Year
2009
Abstract
A passive neutron coincidence counter for the nuclear material measurement of the Advanced Spent Fuel Conditioning Process (ACP) has been developed by the Korea Atomic Energy Research Institute (KAERI) since 2003 and was deployed in a hot cell of the ACP Facility (ACPF) in 2005. The most dominant neutron source among the spontaneous fission nuclides contained in spent fuel is 244Cm. To obtain the neutron counting rates of the singles, doubles, and triples coincidences of the neutron counter with an increment of the 244Cm mass, a hot test of the neutron counter was performed with several spent fuel rod-cuts in the ACPF hot cell in 2007. The source term of the spent fuel rod-cuts was obtained by using the ORIGEN-ARP burnup simulation code and a set of preliminary calibration curves of the neutron counter for 244Cm was generated. The calibration curves were also obtained from the results of an MCNPX code simulation, but there was a wide difference of around 30% in the slope of doubles rate calibration curve between the measurements and the MCNPX results. The chemical analysis results of the spent fuel samples were obtained in September 2008. Before having the chemical analysis results, the difference was considered coming from the uncertainty of source term calculated by using the ORIGEN-ARP code.

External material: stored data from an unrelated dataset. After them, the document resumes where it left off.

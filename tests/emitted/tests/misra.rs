//! The generated C against MISRA C:2012 through cppcheck's MISRA addon (a general-purpose
//! checker, Debian's `cppcheck`): every finding must be a deviation listed in `docs/misra.md`.
//! Without cppcheck the rules the generator once broke are checked on the text instead:
//! every `else if` chain ends with an `else` (15.7) and `NAME_advance_references` has one `return` (15.5).

use std::path::PathBuf;
use std::process::Command;

fn root() -> PathBuf {
    PathBuf::from(env!("CARGO_MANIFEST_DIR")).join("../..")
}

/// The rule numbers `docs/misra.md` lists as deviations (its table's first column).
fn deviations() -> Vec<String> {
    let text = std::fs::read_to_string(root().join("docs/misra.md")).unwrap();
    text.lines()
        .filter_map(|l| l.strip_prefix("| "))
        .filter_map(|l| l.split(" |").next())
        .filter(|r| r.chars().next().is_some_and(|c| c.is_ascii_digit()))
        .map(str::to_string)
        .collect()
}

#[test]
fn the_generated_c_meets_misra_but_for_the_recorded_deviations() {
    let allowed = deviations();
    assert!(allowed.contains(&"8.7".to_string()), "{allowed:?}");
    let have_cppcheck = Command::new("cppcheck").arg("--version").output().is_ok();
    let mut findings = 0;
    for &name in lawsmith_emitted::SPECS {
        let gen = root().join("generated").join(name);
        let src = gen.join(format!("{name}.c"));
        if have_cppcheck {
            let out = Command::new("cppcheck")
                .args(["--addon=misra", "--std=c99", "--enable=style", "-q", "-I"])
                .arg(&gen)
                .arg(&src)
                .output()
                .unwrap();
            let text = String::from_utf8_lossy(&out.stderr).to_string();
            for line in text.lines().filter(|l| l.ends_with(']')) {
                findings += 1;
                let id = line.rsplit('[').next().unwrap().trim_end_matches(']');
                let rule = id.strip_prefix("misra-c2012-").unwrap_or(id);
                assert!(
                    allowed.iter().any(|a| a == rule),
                    "{name}: a finding that is no recorded deviation: {line}"
                );
            }
        } else {
            let text = std::fs::read_to_string(&src).unwrap();
            let lines: Vec<&str> = text.lines().collect();
            for (i, l) in lines.iter().enumerate() {
                if l.trim_start().starts_with("} else if") {
                    // the chain goes on to an `else` at the same indentation
                    let ind = l.len() - l.trim_start().len();
                    let end = lines[i + 1..]
                        .iter()
                        .find(|m| m.len() - m.trim_start().len() == ind)
                        .unwrap();
                    assert!(
                        end.trim_start().starts_with("} else"),
                        "{name}:{}: an `else if` chain with no final `else`",
                        i + 1
                    );
                }
            }
            if let Some(at) = text.find(&format!("{name}_advance_references(")) {
                let body = &text[at..];
                let body = &body[..body.find("\n}\n").unwrap()];
                assert_eq!(body.matches("return").count(), 1, "{name}: update");
            }
        }
    }
    println!(
        "MISRA C:2012 by cppcheck: {}; {findings} findings, all recorded deviations",
        if have_cppcheck {
            "run"
        } else {
            "not installed, text checks instead"
        }
    );
}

However it is found that the difference between the measurements and MCNPX results is due to the error in the declared burnup since the chemical analysis burnups of the samples differ from the declared ones by around 10%. The expected burnup of each rod-cut was also obtained from the results of self-multiplication correction for the 244Cm mass of the rod-cuts and the difference between the expected burnup results and the chemical analysis results is less than 2%. This study shows the high performance of the neutron coincidence counter for 244 Cm measurements of spent fuel and also shows that the burnup of spent fuel samples can be obtained through a series of ORIGEN-ARP code simulations if it is possible to acquire the measurement data of neutron counting rates for 244Cm of the samples.